Être performant malgré la volatilité des marchés

Même avec ses près de quatre décennies de carrière en tant qu’investisseur institutionnel d’expérience, Christopher Ailman reste humble, un atout considérable pour réussir dans le métier selon lui. Questionné sur les leçons qu’il tire de la pandémie et à comment agir maintenant, il avoue ainsi d’emblée ne pas avoir beaucoup d’expérience en matière de redémarrage d’une économie après une épidémie.

Il souligne toutefois que l’économie n’est pas encore dans un état stable, mais que certaines vieilles règles sont de nouveau pertinentes, notamment le fait de ne pas lutter contre la Réserve fédérale américaine et donc de prêter attention à ses décisions en matière de taux d’intérêt avant d’essayer de lire l’économie.

Face à la courbe de rendement inversé, il a également quelques recommandations. Selon lui, le moment est idéal pour s’intéresser aux titres à revenu fixe et au crédit privé, qui « semblent très attrayants ». Le moment est donc venu d’enfin équilibrer ses portefeuilles. Toutefois, un défi reste : le coût élevé du financement.

Pour cette raison, le marché est en quelque sorte bloqué. « Personne ne négocie et rien ne bouge. Les gens à qui je parle sont très optimistes sur les valorisations, mais ils ne font pas beaucoup de transactions. Ils recyclent et conservent leurs entreprises. Je pense qu’il devrait y avoir un dégel, mais il faudra peut-être une récession pour que cela se produise », observe-t-il.

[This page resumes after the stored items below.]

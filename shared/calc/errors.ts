/**
 * The one error type of the estimation core. Every bad input ends here, with a stable
 * snake_case `code` (for the API and the UI to branch on), a plain-words `message`
 * (safe to show to a sampler or clerk) and, where it helps, the offending `field`.
 * It never leaks a TypeError or a NaN result to the caller.
 */
export type CalcErrorCode =
  | 'empty'
  | 'not_finite'
  | 'non_positive'
  | 'negative'
  | 'too_few_points'
  | 'too_few_distinct_x'
  | 'x_all_equal'
  | 'non_positive_y'
  | 'non_positive_x'
  | 'bad_level'
  | 'bad_model'
  | 'bad_fit'
  | 'bad_date'
  | 'dates_out_of_order'
  | 'bad_window'
  | 'bad_boundary'
  | 'boundary_too_small'
  | 'bad_option'
  | 'too_many_rows'
  | 'missing_area';

export class CalcError extends Error {
  readonly code: CalcErrorCode;
  readonly field?: string;

  constructor(code: CalcErrorCode, message: string, field?: string) {
    super(message);
    this.name = 'CalcError';
    this.code = code;
    if (field !== undefined) this.field = field;
  }

  /** Plain JSON for API responses. */
  toJSON(): { name: 'CalcError'; code: CalcErrorCode; message: string; field?: string } {
    return this.field === undefined
      ? { name: 'CalcError', code: this.code, message: this.message }
      : { name: 'CalcError', code: this.code, message: this.message, field: this.field };
  }
}

export function isCalcError(e: unknown): e is CalcError {
  return e instanceof CalcError;
}
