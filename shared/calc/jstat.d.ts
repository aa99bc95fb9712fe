// jstat ships no types; we use only the Student's t distribution from it.
declare module 'jstat' {
  interface StudentT {
    inv(p: number, dof: number): number;
    cdf(x: number, dof: number): number;
    pdf(x: number, dof: number): number;
  }
  interface JStatStatic {
    studentt: StudentT;
  }
  const jStat: JStatStatic;
  export default jStat;
}
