import { along } from '@turf/along';
import { area as turfArea } from '@turf/area';
import { booleanPointInPolygon } from '@turf/boolean-point-in-polygon';
import { distance as turfDistance } from '@turf/distance';
import { lineString, point, polygon as turfPolygon } from '@turf/helpers';
import { lineIntersect } from '@turf/line-intersect';
import type { Feature, Polygon, Position } from 'geojson';
import { CalcError } from './errors';
import { M_PER_FT } from './units';
import { requireNonNegative } from './validate';

/** One walking step, about 0.76 m (2.5 ft): common practice, no published source. */
export const PACE_LENGTH_M = 0.76;
export const MAX_STOPS = 100;

export interface WalkStop {
  /** 1-based. */
  index: number;
  /** Along the walk, from the first stop. */
  distanceM: number;
  distanceFt: number;
  paces: number;
  /** WGS84 position when planned from a boundary; null when planned from the acreage alone. */
  lng: number | null;
  lat: number | null;
}

export interface WalkPlan {
  mode: 'boundary' | 'area';
  /** Full length of the chosen diagonal, edge to edge. */
  diagonalM: number;
  /** From the first stop to the last (the diagonal less the edge margin at each end). */
  walkLengthM: number;
  walkLengthFt: number;
  spacingM: number;
  spacingFt: number;
  spacingPaces: number;
  /** The margin actually kept from each edge (reduced on a very small field; see note). */
  edgeMarginM: number;
  /** Ends of the walking line (edge margin applied), [lng, lat]; null without a boundary. */
  start: Position | null;
  end: Position | null;
  stops: WalkStop[];
  areaHa: number;
  paceLengthM: number;
  note: string;
}

export interface WalkPlanOptions {
  stops?: number;
  /** Needed when there is no boundary. */
  areaHa?: number;
  edgeMarginM?: number;
}

function bad(message: string): never {
  throw new CalcError('bad_boundary', message, 'boundary');
}

function validPolygon(boundary: unknown): Polygon {
  let g = boundary as { type?: unknown; coordinates?: unknown; geometry?: unknown };
  if (g && typeof g === 'object' && g.type === 'Feature') g = g.geometry as typeof g;
  if (!g || typeof g !== 'object' || g.type !== 'Polygon' || !Array.isArray(g.coordinates) || g.coordinates.length === 0) {
    bad('The field boundary must be a GeoJSON Polygon.');
  }
  const rings = g.coordinates as unknown[];
  rings.forEach((ring, r) => {
    if (!Array.isArray(ring) || ring.length < 4) bad(`Boundary ring ${r + 1} needs at least 4 positions (a closed triangle).`);
    for (const pos of ring as unknown[]) {
      const ok =
        Array.isArray(pos) && pos.length >= 2 &&
        typeof pos[0] === 'number' && Number.isFinite(pos[0]) && Math.abs(pos[0]) <= 180 &&
        typeof pos[1] === 'number' && Number.isFinite(pos[1]) && Math.abs(pos[1]) <= 90;
      if (!ok) bad('Every boundary position must be [longitude, latitude] in degrees.');
    }
    const first = (ring as number[][])[0];
    const last = (ring as number[][])[(ring as number[][]).length - 1];
    if (first[0] !== last[0] || first[1] !== last[1]) bad(`Boundary ring ${r + 1} is not closed (its last position must repeat the first).`);
  });
  const outer = (rings[0] as number[][]).slice(0, -1);
  const distinct = new Set(outer.map((p) => `${p[0]},${p[1]}`));
  if (distinct.size < 3) bad('The field boundary needs at least 3 distinct corners.');
  return g as unknown as Polygon;
}

function samePos(a: Position, b: Position): boolean {
  return Math.abs(a[0] - b[0]) < 1e-10 && Math.abs(a[1] - b[1]) < 1e-10;
}

/** True when the open segment a–b runs through the polygon's interior only. */
function segmentInside(poly: Feature<Polygon>, a: Position, b: Position): boolean {
  for (const f of [0.25, 0.5, 0.75]) {
    const p = [a[0] + (b[0] - a[0]) * f, a[1] + (b[1] - a[1]) * f];
    if (!booleanPointInPolygon(point(p), poly, { ignoreBoundary: true })) return false;
  }
  const hits = lineIntersect(lineString([a, b]), poly).features;
  return hits.every((h) => samePos(h.geometry.coordinates, a) || samePos(h.geometry.coordinates, b));
}

/**
 * The longest segment between two boundary corners that stays inside the field; if there is none
 * (a triangle has no diagonals), the longest from a corner to the midpoint of a side it does not touch.
 */
function longestInsideDiagonal(poly: Polygon): [Position, Position] {
  const feature = turfPolygon(poly.coordinates);
  const ring = poly.coordinates[0].slice(0, -1);
  const k = ring.length;
  // Rank by a local flat-earth length (fields are small), then test from the longest down.
  const lat0 = (ring.reduce((s, p) => s + p[1], 0) / k) * (Math.PI / 180);
  const cosLat = Math.cos(lat0);
  const len2 = (a: Position, b: Position) => ((a[0] - b[0]) * cosLat) ** 2 + (a[1] - b[1]) ** 2;
  const pairs: Array<[Position, Position, number]> = [];
  for (let i = 0; i < k; i++) {
    for (let j = i + 2; j < k; j++) {
      if (i === 0 && j === k - 1) continue; // adjacent across the ring's seam
      if (samePos(ring[i], ring[j])) continue;
      pairs.push([ring[i], ring[j], len2(ring[i], ring[j])]);
    }
  }
  pairs.sort((p, q) => q[2] - p[2]);
  for (const [a, b] of pairs) if (segmentInside(feature, a, b)) return [a, b];
  const mids: Array<[Position, Position, number]> = [];
  for (let i = 0; i < k; i++) {
    for (let e = 0; e < k; e++) {
      const e2 = (e + 1) % k;
      if (e === i || e2 === i) continue;
      const mid = [(ring[e][0] + ring[e2][0]) / 2, (ring[e][1] + ring[e2][1]) / 2];
      mids.push([ring[i], mid, len2(ring[i], mid)]);
    }
  }
  mids.sort((p, q) => q[2] - p[2]);
  for (const [a, b] of mids) if (segmentInside(feature, a, b)) return [a, b];
  return bad('No straight walking line fits inside this boundary; check that it is a simple (non-crossing) outline.');
}

/** Margin actually usable: the requested one, unless it would leave less than 20 % of the diagonal. */
function usableMargin(diagonalM: number, requested: number): { margin: number; reduced: boolean } {
  const cap = 0.4 * diagonalM;
  return requested > cap ? { margin: cap, reduced: true } : { margin: requested, reduced: false };
}

function stopDistances(walkLengthM: number, stops: number): number[] {
  if (stops === 1) return [walkLengthM / 2];
  return Array.from({ length: stops }, (_, k) => (walkLengthM * k) / (stops - 1));
}

/**
 * A field walk plan: a straight line across the field along its longest inside diagonal, kept
 * `edgeMarginM` from the edges (edge rows are not typical of the field), with `stops` evenly spaced
 * stops from one end to the other. Without a boundary, the field is taken as a square of the given
 * area and the plan is in metres and paces along its diagonal.
 */
export function walkPlan(boundary: Polygon | Feature<Polygon> | null, options: WalkPlanOptions = {}): WalkPlan {
  const stops = options.stops ?? 10;
  if (!Number.isInteger(stops) || stops < 1 || stops > MAX_STOPS) {
    throw new CalcError('bad_option', `The number of stops must be a whole number from 1 to ${MAX_STOPS}.`, 'stops');
  }
  const requestedMargin = requireNonNegative(options.edgeMarginM ?? 10, 'edgeMarginM');

  let diagonalM: number;
  let areaHa: number;
  let a: Position | null = null;
  let b: Position | null = null;
  if (boundary === null || boundary === undefined) {
    const ah = options.areaHa;
    if (ah === undefined || ah === null) {
      throw new CalcError('missing_area', 'Without a field boundary, the field area is needed to plan the walk.', 'areaHa');
    }
    if (typeof ah !== 'number' || !Number.isFinite(ah) || ah <= 0) {
      throw new CalcError('non_positive', 'The field area must be a number greater than zero.', 'areaHa');
    }
    areaHa = ah;
    diagonalM = Math.sqrt(areaHa * 10_000) * Math.SQRT2;
  } else {
    const poly = validPolygon(boundary);
    [a, b] = longestInsideDiagonal(poly);
    diagonalM = turfDistance(point(a), point(b), { units: 'meters' });
    areaHa = turfArea(poly) / 10_000;
    if (!(diagonalM >= 1)) throw new CalcError('boundary_too_small', 'The field boundary is too small to walk (under 1 m across).', 'boundary');
  }

  const { margin, reduced } = usableMargin(diagonalM, requestedMargin);
  const walkLengthM = diagonalM - 2 * margin;
  const spacingM = stops === 1 ? 0 : walkLengthM / (stops - 1);
  const line = a && b ? lineString([a, b]) : null;
  const stopList: WalkStop[] = stopDistances(walkLengthM, stops).map((d, k) => {
    let lng: number | null = null;
    let lat: number | null = null;
    if (line) {
      const c = along(line, margin + d, { units: 'meters' }).geometry.coordinates;
      lng = c[0];
      lat = c[1];
    }
    return { index: k + 1, distanceM: d, distanceFt: d / M_PER_FT, paces: d / PACE_LENGTH_M, lng, lat };
  });

  const notes: string[] = [];
  notes.push(
    boundary
      ? `Walk the longest straight line across the field, starting ${Math.round(margin)} m in from the edge; dig one plant at each of the ${stops} stops.`
      : `No boundary on file: plan assumes a square field of ${areaHa.toFixed(2)} ha and walks its diagonal from ${Math.round(margin)} m inside a corner; dig one plant at each of the ${stops} stops.`,
  );
  if (reduced) notes.push(`The field is small, so the edge margin was reduced to ${margin.toFixed(1)} m.`);
  notes.push(`Paces assume a ${PACE_LENGTH_M} m step (common practice).`);

  return {
    mode: boundary ? 'boundary' : 'area',
    diagonalM,
    walkLengthM,
    walkLengthFt: walkLengthM / M_PER_FT,
    spacingM,
    spacingFt: spacingM / M_PER_FT,
    spacingPaces: spacingM / PACE_LENGTH_M,
    edgeMarginM: margin,
    start: line ? along(line, margin, { units: 'meters' }).geometry.coordinates : null,
    end: line ? along(line, margin + walkLengthM, { units: 'meters' }).geometry.coordinates : null,
    stops: stopList,
    areaHa,
    paceLengthM: PACE_LENGTH_M,
    note: notes.join(' '),
  };
}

Du côté des marchés privés en 2024, il espère un équilibre entre l’achat et la vente d’entreprise et un flux de marché traditionnel. « Si les gestionnaires se contentent de tirer le capital et de commencer à investir et à acheter des entreprises, nombre d’entre nous dépasseront largement leur allocation », prévient-il.

Il note que pour le moment les gens avancent à tâtons et que les liquidités continuent d’être limitées.

Mais du côté des bonnes nouvelles, il relève que le fonds souverain de Norvège envisage pour la première fois d’investir dans le capital-investissement ce qui pourrait injecter des milliards de dollars d’argent dans le capital-investissement et donc potentiellement « dégeler » la situation.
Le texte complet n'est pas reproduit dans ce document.